5: Legend of Zelda: Link to the Past

If I could, this list would be filled with nothing but Zelda games as I love the games to no end. However I decided to limit myself to one game per franchise and of all the games, it is Legend of Zelda: A Link to the Past and its music that I prefer. Don't get me wrong, the other games have fantastic music, I just prefer A Link to the Past.

The game's soundtrack has a great blend of music. From the almost militaristic beat of Hidden Mountain and Forest to the peaceful serene Kakariko Village, there is a great variety of music. Koji Kondo opened up the world of Hyrule and while I felt his Mario music to that point was somewhat underwheming, his work on Zelda was phenomenal.

4: Super Mario Galaxy

This is easily Koji Kondo's best work on the Super Mario franchise. Yoshi's Island and Super Mario 64 showcased what he could do and while Sunshine made you feel as if you were at a tropical island resort, nothing truly stood out. However, the Super Mario galaxy soundtrack was something special.

Using a 50 person orchestra, the Super Mario Galaxy music pushes both the game's music and the franchise to new heights. The songs are so wonderfully intricate and make the songs seem complex and deep while maintaining that child like joy. Alot of games seem to lose that feeling and it is a shame as there are time you just want to feel you can fly through the stars to stop your arch rival.

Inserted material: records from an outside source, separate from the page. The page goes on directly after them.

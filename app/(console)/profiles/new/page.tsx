import { ReadOnlyNotice } from "@/components/profiles/read-only-notice";
import { ProfileEditor } from "@/components/profiles/profile-editor";
import { PageHeader } from "@/components/shell/page-header";
import { currentActor } from "@/lib/auth/guard";
import { can } from "@/lib/permissions";

export const metadata = { title: "New profile" };

export default async function NewProfilePage() {
  const actor = await currentActor();
  const crumbs = [{ href: "/", label: "Overview" }, { href: "/profiles", label: "Profiles" }, { label: "New" }];
  return (
    <>
      <PageHeader title="New profile" crumbs={crumbs} lead="Name the profile, tick the tag kinds it is for, and give each output its steps. Saving makes revision 1." />
      {actor && can(actor.role, "config.edit") ? <ProfileEditor existing={null} /> : <ReadOnlyNotice />}
    </>
  );
}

Easily my favourite track of the game would be the Battlerock Galaxy theme. The Super Mario games have always attempted a military-esque theme in certain points of the game and while they are good, they don't hold a candle to Battlerock Galaxy. What makes this work is the orchestra and while I don't expect every Mario game to have an orchestra, for the main console games (ie Galaxy and Galaxy 2) should.

3: Double Dragon Neon

Double Dragon Neon is an amazing sendup to the era of big hair. This is easily Kaufman's best and most memorable album to date. While I love his work on DuckTales, Mighty Switch Force and Shantae I feel his Double Dragon Neon album is simply better. Double Dragon Neon evokes the era of big hair and excess and to me, that is pure fun. The music is catchy and is a wonderful pick me up when feeling down.

Easily the best song on the album are the end credits Dared to Dream. What other game has the villain falling to his doom and singing your praises.

2: Xenoblade Chronicles

I often call Xenoblade Chronicles the rebirth of the modern jRPG. While the game has several of the cliches you find in the jRPG, the game itself is insanely fun and has some of the best music original music on the Wii.

The album is made up of several different contributing artists and they all bring something unique to the game. For a more in-depth look at the album, feel free to read my write up.

1: Donkey Kong Country 2

Donkey Kong Country 2 is a fantastic game and it's soundtrack is nothing short of fantastic. What I love about the soundtrack is that each different stage has it's own music to accompany it. The first stage Gang-Plank Galleon has a very adventurous feel to it while the haunted forest area Gloomy Gulch has a more unnerving and creepy sound to it.

In video game music, variation is important and David Wise knew that, so when he made the music for the game, he made sure each area had its own unique sound to draw the player in.

This is Daimo Mac and I am lost in the music.